using System.Globalization;

namespace Pairwright.Notebook.Drawing;

/// <summary>Round positions along an axis, one, two or five times a power of ten apart.</summary>
internal static class Ticks
{
    /// <summary>The round step that cuts a span into about as many parts as asked.</summary>
    public static double Step(double span, int about)
    {
        var rough = span / Math.Max(about, 1);
        var power = Math.Pow(10, Math.Floor(Math.Log10(rough)));
        return (rough / power) switch { < 1.5 => 1, < 3.5 => 2, < 7.5 => 5, _ => 10 } * power;
    }

    /// <summary>All round positions within [least, most]; one position when the span is empty.</summary>
    public static IReadOnlyList<double> Within(double least, double most, int about = 5)
    {
        if (!(most > least))
        {
            return [least];
        }

        var step = Step(most - least, about);
        var first = Math.Ceiling(least / step - 1e-9);
        var count = (int)(Math.Floor(most / step + 1e-9) - first) + 1;
        return [.. Enumerable.Range(0, Math.Max(count, 0)).Select(i => (first + i) * step)];
    }

    /// <summary>The label of a position, with as many decimals as the step between positions needs.</summary>
    public static string Label(double position, double step)
    {
        if (step <= 0 || !double.IsFinite(step))
        {
            return position.ToString("G4", CultureInfo.InvariantCulture).Replace('-', '−');
        }

        var decimals = Math.Clamp((int)Math.Ceiling(-Math.Log10(step) - 1e-9), 0, 9);
        var rounded = Math.Round(position, decimals) + 0.0; // adding zero turns −0 into 0
        return rounded.ToString("F" + decimals, CultureInfo.InvariantCulture).Replace('-', '−');
    }
}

+++

> Your instructions: Only the lines containing the word "Ceiling" should be returned from the data above.

> Exercise response:
        var first = Math.Ceiling(least / step - 1e-9);
        var decimals = Math.Clamp((int)Math.Ceiling(-Math.Log10(step) - 1e-9), 0, 9);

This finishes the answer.